Optoelectronic and Dielectric Properties of Tenorite CuO Thin Films Sprayed at Various Molar Concentrations
Abstract
The work in hand presents the elaboration of CuO thin films using a home-made spray pyrolysis technique at room atmosphere. The films were synthesized on preheated glass substrate at 450 °C. The source solution molarity was varied from 0.025 to 0.1 mol/L. The films were characterized by employing X-Ray Diffraction technique, UV-Vis-NIR spectrophotometry, Scanning Electron Microscope imagery, Energy Dispersive Spectroscopy, and four-points probe techniques. The X-ray diffraction analysis confirmed that all films are polycrystalline with a preferred orientation along the plane (−111) of the monoclinic crystal structure phase of tenorite (CuO). The SEM images showed a homogeneous and smooth surface. Crystallinity and grain size were improved. The rise of solution concentration induced a reduction of transmittance and reflectance in the visible region.
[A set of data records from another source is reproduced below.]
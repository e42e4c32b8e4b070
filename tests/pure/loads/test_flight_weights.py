"""The weights of a flight on which something comes aboard or hangs outside, by hand and in full: on the
invented aircraft of `round_figures`, 2,200 lb with its pilot, 360 lb of fuel, 240 lb at landing, 60 at least.
"""

from dataclasses import replace

import pytest

from loads.balance.checks_fuel_balance import Held
from loads.balance.checks_whole import kinks_between, kinks_of
from loads.balance.declared import read_load
from loads.balance.flight_weights import FlightWeights, Moment, flight_weights
from loads.balance.fuel import fuel_states
from loads.balance.prepared import prepared
from loads.balance.sections import dry_over_flight, sections_of
from tests.pure.loads.cases.test_hoist import CRATE, FOUND
from tests.pure.loads.cases.test_loads_that_leave_or_move import event
from tests.pure.loads.cases.test_sling_load import DRUM, RELEASE, SLUNG, hook_basis, slung
from tests.pure.loads.making import F, tank
from tests.pure.loads.round_figures import EMPTY, flown, q, round_basis, round_load


def weights_of(document, basis, *, sections=True):
    """The weights as an assessment has them, with or without the course of the flight."""
    declared, ready = read_load(document, basis), prepared(basis)
    states = {state.phase: state for state in flown(document, basis).states}
    course = (sections_of(declared, ready), dry_over_flight(declared, EMPTY)) if sections else (None, None)
    return flight_weights(declared, states, course, ready)


def moment(where, weight, released=0, *, ends=False, outside=False, phase=None):
    return Moment(where, F(weight), F(released), ends, outside, phase)


def at_phase(phase, weight, released=0, *, outside=False):
    return moment(phase, weight, released, ends=True, outside=outside, phase=phase)


def test_each_section_in_flight_has_a_weight_at_its_start_and_one_at_its_end():
    """A drum of 400 lb is released at 60 lb burned, a crate of 300 lb comes aboard at 90 lb."""
    document = slung(event(60, leave=[RELEASE]), event(90, come_aboard=[CRATE]))

    assert weights_of(document, hook_basis()) == FlightWeights(
        at_phase("ramp", 2960, 400),
        at_phase("take-off", 2960, 400),
        (
            moment("take-off", 2960, 400, phase="take-off"),
            moment("just before event 1", 2900, 400, ends=True),
            moment("just after event 1", 2500),
            moment("just before event 2", 2470, ends=True),
            moment("just after event 2", 2770),
            at_phase("landing", 2740),
            moment("landing", 2740, phase="landing"),
            at_phase("minimum at landing", 2560),
        ),
        F(0),
    )


def test_what_comes_aboard_is_what_the_aircraft_without_fuel_gets_heavier_by_at_most():
    """300 lb come, 100 of them go again, and 50 come later: 300 lb more at most."""
    part = {"place": "HOLD", "what": "crate", "weight": q(100)}
    later = CRATE | {"what": "box", "weight": q(50)}
    events = event(30, come_aboard=[CRATE]), event(60, leave=[part]), event(90, come_aboard=[later])

    found = weights_of(round_load(sequence=list(events)), round_basis())

    assert found.payload == 300
    assert [(one.where, one.weight) for one in found.flight[1:6]] == [
        ("just before event 1", 2530),
        ("just after event 1", 2830),
        ("just before event 2", 2800),
        ("just after event 2", 2700),
        ("just before event 3", 2670),
    ]


def test_fuel_that_cannot_be_used_is_in_every_weight():
    fuel = {"not_usable": {"MAIN": q(1, "US gal")}}
    document = round_load(sequence=[event(60, come_aboard=[CRATE])], fuel=fuel)

    found = weights_of(document, round_basis())

    assert [one.weight for one in found.flight] == [2566, 2506, 2806, 2746, 2746, 2566]


def test_what_happens_on_the_taxi_is_no_moment_of_the_flight_but_counts_from_take_off_on():
    """12 lb are burned on the taxi; half way the drum is taken in from the hook."""
    taken_in = event(6, since="engine start", move=[{"place": "HOOK", "what": "drum", "to": "HOLD"}])
    document = slung(taken_in, event(60, come_aboard=[CRATE]))
    document["fuel"]["taxi"] = q(12)

    found = weights_of(document, hook_basis())

    assert (found.ramp, found.take_off) == (at_phase("ramp", 2960, 400), at_phase("take-off", 2948))
    assert [one.where for one in found.flight] == [
        "take-off",
        "just before event 2",
        "just after event 2",
        "landing",
        "landing",
        "minimum at landing",
    ]
    assert {one.released for one in found.flight} == {0}


def test_somebody_outside_leaves_nothing_to_be_released():
    """While somebody hangs on the hook beside the drum, and again once both are in or gone."""
    hung = event(30, come_aboard=[FOUND | {"at": "HOOK"}])
    inside = event(60, move=[{"seat": "S2", "to": "S2"}])

    found = weights_of(slung(hung, inside), hook_basis())

    assert [(one.where, one.released, one.outside) for one in found.flight[:6]] == [
        ("take-off", 400, False),
        ("just before event 1", 400, False),
        ("just after event 1", 0, True),
        ("just before event 2", 0, True),
        ("just after event 2", 400, False),
        ("landing", 400, False),
    ]


@pytest.mark.parametrize(("item", "released"), [(SLUNG, 400), (DRUM, None)])
def test_without_a_sequence_the_phases_are_the_moments(item, released):
    """Only what can be released counts: of a load without it there are no such weights."""
    found = weights_of(slung(item=item), hook_basis(), sections=False)

    if released is None:
        assert found is None
    else:
        assert found == FlightWeights(
            at_phase("ramp", 2960, released),
            at_phase("take-off", 2960, released),
            (
                at_phase("take-off", 2960, released),
                at_phase("landing", 2840, released),
                at_phase("minimum at landing", 2660, released),
            ),
            F(0),
        )


def test_of_a_load_on_which_nothing_comes_or_hangs_there_are_none():
    assert weights_of(round_load(), round_basis()) is None
    assert weights_of(round_load(1, sequence=[event(60, leave=[{"seat": "S1"}])]), round_basis()) is None


def two_tanks():
    """LEFT feeds first, then RIGHT; RIGHT alone on the taxi."""
    basis = round_basis(tanks=(tank("LEFT", 100, 50, -40), tank("RIGHT", 100, 50, 40)))
    stages = tuple(replace(basis.burn_order[0], tanks=(name,)) for name in ("LEFT", "RIGHT"))
    return replace(basis, burn_order=stages, taxi_order=stages[1:])


def held(leg, left, right, name=""):
    return Held(leg, {"LEFT": F(left), "RIGHT": F(right)}, name)


def test_without_a_sequence_tanks_are_told_at_the_phases_and_in_between():
    """The taxi burns 1 of RIGHT, the flight 20, 4 of which LEFT has; the least at landing is 10."""
    start = {"LEFT": q(4, "US gal"), "RIGHT": q(40, "US gal")}
    declared = read_load(round_load(start=start, fuel={"taxi": q(6)}), two_tanks())

    assert kinks_of(fuel_states(declared.fuel, prepared(two_tanks()))) == [
        held("taxi", 4, 40, "ramp"),
        held("taxi", 4, 39, "take-off"),
        held("flight", 4, 39, "take-off"),
        held("flight", 0, 39),
        held("flight", 0, 23, "landing"),
        held("reserve", 0, 23, "landing"),
        held("reserve", 0, 10, "minimum at landing"),
    ]


def test_tanks_are_told_at_both_ends_of_each_section_and_where_one_tank_feeds_after_another():
    """60 lb, 10 US gal, from LEFT, 4 of which are all there is; then 2 go over from RIGHT."""
    basis = two_tanks()
    start = {"LEFT": q(4, "US gal"), "RIGHT": q(40, "US gal")}
    pumped = event(60, transfer={"from": "RIGHT", "to": "LEFT", "quantity": q(2, "US gal")})
    document = round_load(start=start, sequence=[pumped], fuel={"taxi": q(6)})

    # The taxi burns 1 of RIGHT, the flight 20, the least at landing is 10.
    assert kinks_between(sections_of(read_load(document, basis), prepared(basis))) == [
        held("taxi", 4, 40, "ramp"),
        held("taxi", 4, 39, "take-off"),
        held("flight", 4, 39, "take-off"),
        held("flight", 0, 39),
        held("flight", 0, 33),
        held("flight", 2, 31),
        held("flight", 0, 31),
        held("flight", 0, 23, "landing"),
        held("reserve", 0, 23, "landing"),
        held("reserve", 0, 10, "minimum at landing"),
    ]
The energy gap, the absorption coefficient, the extinction coefficient, refractive index, dielectric constant (ԑr and ԑi) and loss energy were estimated from transmittance and reflectance data. The gap energy decreases from 2.72 to 2.56 eV. The film deposited for 0.025 mol/L exhibits the highest real part of the dielectric constant (ԑr ~ 17). The film resistivity which is in order of 102 Ω cm decreases with the increase of molar concentration. The estimated dielectric constant indicated that the resulting CuO thin films could be used as dielectric layers for optoelectronic devices working in Vis-NIR region of radiation. Furthermore, the relatively high band gap, high absorption coefficient and high conductivity of the film obtained at 0.075 mol/L, make them good candidates as absorption layers in solar cells applications.